Almost all citation impact databases do. Moreover, the numbers they give may vary because each website calculates the index based on the materials indexed by this specific database. In Web of Science, for instance, you can create a citation impact review of any number of publications up to 10,000, and, among other qualities, the system will calculate the h-index.

4. Are there ways to prevent boosting? 

Unfortunately, almost none. One can boost their Hirsch index by citing themselves or by asking several colleagues for mutual citation. However, h-index boosting can be easily detected and may have severe damage on your academic reputation.

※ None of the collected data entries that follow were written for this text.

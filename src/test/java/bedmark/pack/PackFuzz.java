package bedmark.pack;

import bedmark.document.Refused;
import bedmark.journal.Progress;
import bedmark.json.BundleReader;
import java.io.IOException;
import java.io.OutputStream;
import java.nio.file.Files;
import java.nio.file.Path;

/**
 * A target for coverage-guided fuzzing: any bytes are a sound pack or are refused, and nothing else ever happens.
 */
public final class PackFuzz {
    private static final PackLimits LIMITS = new PackLimits(1 << 20, 200, 1 << 20, 2 << 20, 1 << 16, 1 << 18, 20_000,
            100, 30_000, 128_000_000);

    private PackFuzz() {
    }

    /** Loads what the first input needs, which is no part of its time. */
    public static void fuzzerInitialize() {
        fuzzerTestOneInput(BagFuzz.pack(new byte[0]));
    }

    /** The name and form that fuzzers look for. */
    public static void fuzzerTestOneInput(byte[] data) {
        try {
            Path file = Files.createTempFile("fuzz", ".zip");
            try {
                Files.write(file, data);
                read(file);
            } finally {
                Files.delete(file);
            }
        } catch (IOException e) {
            throw new IllegalStateException("the disk, not the pack", e);
        }
    }

    private static void read(Path file) throws IOException {
        try {
            ReadPack pack = new PackReader(LIMITS, BundleReader::read).open(file, Progress.NONE);
            for (PackedPhoto photo : pack.photos()) {
                pack.copy(photo, OutputStream.nullOutputStream());
            }
        } catch (Refused e) {
            requireWorded(e);
        }
    }

    /** A refusal is a code that has a sentence, on one line. */
    static void requireWorded(Refused refused) {
        if (!refused.defect().code().matches("[a-z0-9]+(-[a-z0-9]+)*")) {
            throw new IllegalStateException("no code: " + refused.defect(), refused);
        }
    }
}
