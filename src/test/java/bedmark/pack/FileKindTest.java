package bedmark.pack;

import static org.junit.jupiter.api.Assertions.assertEquals;
import static org.junit.jupiter.api.Assertions.assertThrows;

import bedmark.document.Refused;
import java.nio.charset.StandardCharsets;
import java.nio.file.Files;
import java.nio.file.Path;
import org.junit.jupiter.api.Test;
import org.junit.jupiter.api.io.TempDir;
import org.junit.jupiter.params.ParameterizedTest;
import org.junit.jupiter.params.provider.CsvSource;

class FileKindTest {
    @TempDir
    private Path folder;

    private Path file(String name, String text) throws Exception {
        return Files.write(folder.resolve(name), text.getBytes(StandardCharsets.UTF_8));
    }

    @ParameterizedTest
    @CsvSource(delimiter = '|', value = {"march|PK..|PACK", "PACK.ZIP|not a ZIP file|PACK", "empty.zip|''|PACK",
        "next.json|{\"format\": \"bedmark.round\"}|ROUND", "a.round.json|{\"format\": \"bedm|ROUND",
        "seen.json|{\"version\": 1, \"format\": \"bedmark.receipt\"}|RECEIPT", "a.receipt.json|torn|RECEIPT",
        "a.round.json|{\"format\": \"bedmark.receipt\"}|RECEIPT"})
    void fileIsToldByWhatItHoldsElseByItsName(String name, String text, FileKind kind) throws Exception {
        assertEquals(kind, FileKind.of(file(name, text)));
    }

    @ParameterizedTest
    @CsvSource(delimiter = '|', value = {"bundle.json|{\"format\": \"bedmark.bundle\"}", "letter.txt|Dear Ida", "none|''",
        "list.json|[1, 2]"})
    void whatNeitherTabletNorOfficeSendsIsRefused(String name, String text) throws Exception {
        Path file = file(name, text);
        assertEquals("file-kind-unknown", assertThrows(Refused.class, () -> FileKind.of(file)).defect().code());
    }

    @Test
    void fileThatIsGoneIsRefused() {
        assertEquals("file-unreadable", assertThrows(Refused.class, () -> FileKind.of(folder.resolve("gone.zip")))
                .defect().code());
    }
}
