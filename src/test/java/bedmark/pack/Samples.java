package bedmark.pack;

import bedmark.document.Branch;
import bedmark.document.Node;
import bedmark.survey.Bundle;
import java.awt.image.BufferedImage;
import java.io.ByteArrayOutputStream;
import java.io.IOException;
import java.io.UncheckedIOException;
import java.nio.file.Files;
import java.nio.file.Path;
import java.util.ArrayList;
import java.util.List;
import java.util.Map;
import java.util.Random;
import javax.imageio.ImageIO;

/** Small invented bundles and photos. */
final class Samples {
    private Samples() {
    }

    /** A bundle with one survey for each photo, in the order of the map. */
    static Bundle bundle(Map<String, byte[]> photos) {
        return bundle(photos.entrySet().stream().map(photo -> claim(photo.getKey(), photo.getValue())).toList());
    }

    /** A bundle with one survey for each claim. */
    static Bundle bundle(List<Branch> claims) {
        List<Node> surveys = new ArrayList<>();
        for (Branch claim : claims) {
            surveys.add(Branch.EMPTY
                    .with("id", String.format("00000000-0000-4000-8000-%012d", surveys.size()))
                    .with("transfer", "t1").with("photos", Node.Series.of(claim)));
        }
        return new Bundle(Branch.EMPTY.with("format", Bundle.FORMAT).with("version", Node.number(Bundle.VERSION))
                .with("id", "11111111-1111-4111-8111-111111111111")
                .with("createdAt", "2026-03-01T08:30:00+01:00")
                .with("plant", Branch.EMPTY
                        .with("conveyors", Node.Series.of(Branch.EMPTY.with("id", "c1")))
                        .with("transfers", Node.Series.of(Branch.EMPTY.with("id", "t1").with("conveyor", "c1"))))
                .with("surveys", new Node.Series(surveys)));
    }

    static Branch claim(String file, byte[] photo) {
        return Branch.EMPTY.with("id", "p-" + file).with("file", file).with("sha256", Sha256.hex(photo))
                .with("bytes", Node.number(photo.length));
    }

    static byte[] png(int width, int height) {
        return image("png", width, height);
    }

    static byte[] jpeg(int width, int height) {
        return image("jpg", width, height);
    }

    private static byte[] image(String format, int width, int height) {
        BufferedImage image = new BufferedImage(width, height, BufferedImage.TYPE_INT_RGB);
        Random random = new Random(width * 31L + height);
        for (int x = 0; x < width; x++) {
            for (int y = 0; y < height; y++) {
                image.setRGB(x, y, random.nextInt());
            }
        }
        ByteArrayOutputStream out = new ByteArrayOutputStream();
        try {
            ImageIO.write(image, format, out);
        } catch (IOException e) {
            throw new UncheckedIOException(e);
        }
        return out.toByteArray();
    }

    /** Puts photos into a folder. */
    static PhotoSource folder(Path folder, Map<String, byte[]> photos) {
        photos.forEach((name, bytes) -> {
            try {
                Files.createDirectories(folder.resolve(name).getParent());
                Files.write(folder.resolve(name), bytes);
            } catch (IOException e) {
                throw new UncheckedIOException(e);
            }
        });
        return PhotoSource.folder(folder);
    }
}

Even if someone used to do so in the past, it can still be detected by checking their old papers.

5. So, does a high h-index mean that its owner is at the frontline of science?

Unfortunately, not necessarily so. There are other problems other than cheating.

Firstly, a semi-retired researcher who had a high citation impact and was prominent 20 years ago will still have a higher h-index then a young colleague who makes discoveries today.

Secondly, an often-cited scientist sometimes has a lower h-index than a much less prominent researcher due to the method of calculations. If one author has 12 papers each cited 12 times, then their index is 12. However, if another author has 11 papers, each quoted 1000 times, their index would still be 11 even though such citation impact is basically at Nobel Prize level.

6. Can you use the h-index to compare the scientific impact of an engineer and a philologist?

Certainly not. That’s another problem with the h-index as a scientometric tool. In some fields of study, the average citation impact is higher than in others. A geneticist will probably have a higher h-index than a mathematician; and a mathematician will have a higher index than a historian. Basically, the ideal model of how one’s h-index should grow exists only in physics. In physics, each year of one’s active research experience adds one point to the h-index. And while it’s hard for an archeologist, a linguist, or an economist to reach similar numbers that doesn’t make them worse specialists.

Read also: Clarivate Analytics Expert on Why Russian Researchers Are Cited Less and Universities Aren’t Included in Innovation Rankings

7. Are there other ways to compare the impact of scientists?

Yes, there are two key qualities that mostly suffice for scientific impact assessment. The first one is the amount of publications in leading journals and their citation impact normalized per field. The second one is the opinion of colleagues: for some fields, this one is the most important one.

8. So, which way is the best one?

Everything should be taken into consideration: the amount of publications, a normalized citation impact, and the opinions of other scientists. You can’t exclude one of the factors, as only together they create a full picture.